Publié dans Texte Santé

Le Sidaction 2019 enregistre 4,5 millions d’euros de promesses de dons

SidactionUn quart de siècle après la première édition, le Sidaction 2019 s’est achevé dimanche soir avec 4,5 millions d’euros de promesses de dons. Un chiffre en hausse par rapport à l’an dernier.

« Dans un contexte économique parfois tendu pour la population et de baisse des dons aux associations, le public a été particulièrement engagé à l’occasion des 25 ans » du Sidaction, s’est félicitée Florence Thune, directrice générale de l’événement caritatif, évoquant un « succès populaire ». Le nombre de dons par SMS a par ailleurs atteint un record, a-t-elle relevé.

« Cette édition a de nouveau été marquée par un don exceptionnel d’un grand donateur », a indiqué l’association de lutte contre le sida, sans en préciser le montant. En 2018, le Sidaction avait récolté 4,4 millions de promesses de dons, notamment grâce à « un don exceptionnel d’un grand donateur ».

« Le virus est toujours là »
Le nombre de porteurs du virus du sida en France est évalué à environ 173 000. Selon les derniers chiffres officiels, publiés fin mars, 6400 personnes ont découvert leur séropositivité en France en 2017, un nombre qui ne baisse plus depuis plusieurs années.

« Nous voulons rappeler que le virus du sida est toujours là et qu’il concerne les jeunes et les moins jeunes. Vingt-deux pour cent des nouveaux diagnostics de séropositivité concernent les plus de 50 ans », selon Florence Thune. « Même cette génération qui a vécu cette période terrible des années 1980-1990 où les gens mourraient en nombre à cause du sida, a oublié que le VIH était toujours là », s’étonne-t-elle.

L’association « met l’accent sur les jeunes car s’ils sont contaminés à 20 ans, ils devront prendre des traitements à vie », en l’état actuel de la médecine, relève-t-elle.

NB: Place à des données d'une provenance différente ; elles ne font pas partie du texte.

namespace ScanSim.Scenarios;

/// <summary>A number with its unit as it was written, and its SI value.</summary>
/// <remarks>default(Quantity) has no unit and is not a quantity.</remarks>
public readonly record struct Quantity(double Number, Unit Unit, double Si);
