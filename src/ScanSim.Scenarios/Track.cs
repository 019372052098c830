using System.Collections.Immutable;

namespace ScanSim.Scenarios;

/// <summary>
/// Where a target is at any time: pieces of motion that follow one another without gaps, in the site's local plane.
/// </summary>
/// <remarks>
/// The local plane is the azimuthal-equidistant map of the ellipsoid about the site: a point at geodesic distance s and
/// azimuth α (clockwise from true north) has east = s·sin α, north = s·cos α. Distances and bearings from the site are true;
/// a straight leg in this plane differs from the geodesic between its ends by metres at 100 km (see docs/physics).
/// </remarks>
public sealed record Track
{
    /// <summary>At least one piece; each starts where and when the one before it ended.</summary>
    public required ImmutableArray<TrackPiece> Pieces { get; init; }

    public double StartS => Pieces[0].StartS;

    public double EndS => Pieces[^1].EndS;

    /// <summary>Greatest speed on the track, horizontal and vertical together.</summary>
    public required double MaximumSpeedMps { get; init; }

    /// <summary>State at <paramref name="timeS"/>, which must lie in [StartS, EndS].</summary>
    public TrackState At(double timeS)
    {
        var low = 0;
        var high = Pieces.Length - 1;
        while (low < high)
        {
            var middle = (low + high + 1) >> 1;
            if (Pieces.ItemRef(middle).StartS <= timeS)
            {
                low = middle;
            }
            else
            {
                high = middle - 1;
            }
        }

        return Pieces.ItemRef(low).At(timeS);
    }
}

Si les traitements par trithérapie permettent aujourd’hui de rendre le virus indétectable et d’empêcher sa transmission, on ne sait toujours pas l’éliminer de l’organisme.

« Si on veut mettre fin à l’épidémie, il faut financer la recherche », insistait Françoise Barré-Sinoussi, présidente de Sidaction, juste avant le week-end. « Beaucoup de personnes encore ne se font pas dépister et continuent à transmettre le virus aux autres », a-t-elle souligné samedi sur Europe 1. « En France on estime à 24 000 le nombre de personnes porteuses du virus et qui ne le savent pas », a ajouté la scientifique, co-découvreuse du virus au début des années 1980 et prix Nobel de médecine 2008.

Recherche et prise en charge
Il y a 25 ans, le premier Sidaction, le 7 avril 1994, avait permis d’engranger 45 millions d’euros, récoltés pendant 9 heures de direct à la télévision. En 1996, les dons avaient été de 9,8 millions d’euros. Mais ils avaient plongé ensuite, avec l’apparition des trithérapies et n’étaient plus que de 1,5 million en 1998, retrace l’association Sidaction.

Ensuite, les dons lors de cet événement s’étaient redressés, pour atteindre les 6 millions d’euros. Mais ils avaient à nouveau baissé à partir de 2007. Depuis 2012, il y a une « stabilité globale de la collecte aux environs de 4 millions d’euros », précise l’association. Depuis près de 15 ans, le week-end du Sidaction représente environ 30% de la collecte de l’association éponyme qui recueille des dons toute l’année.

Les fonds collectés ce week-end seront reversés à des programmes de recherche et de soins et à des programmes associatifs de prise en charge et d’aide aux malades, en France et à l’international. Le numéro d’appel 110, gratuit, destiné à recueillir les dons du public reste ouvert jusqu’au 14 avril. Les dons sont possibles toute l’année par internet (www.sidaction.org) ou par courrier.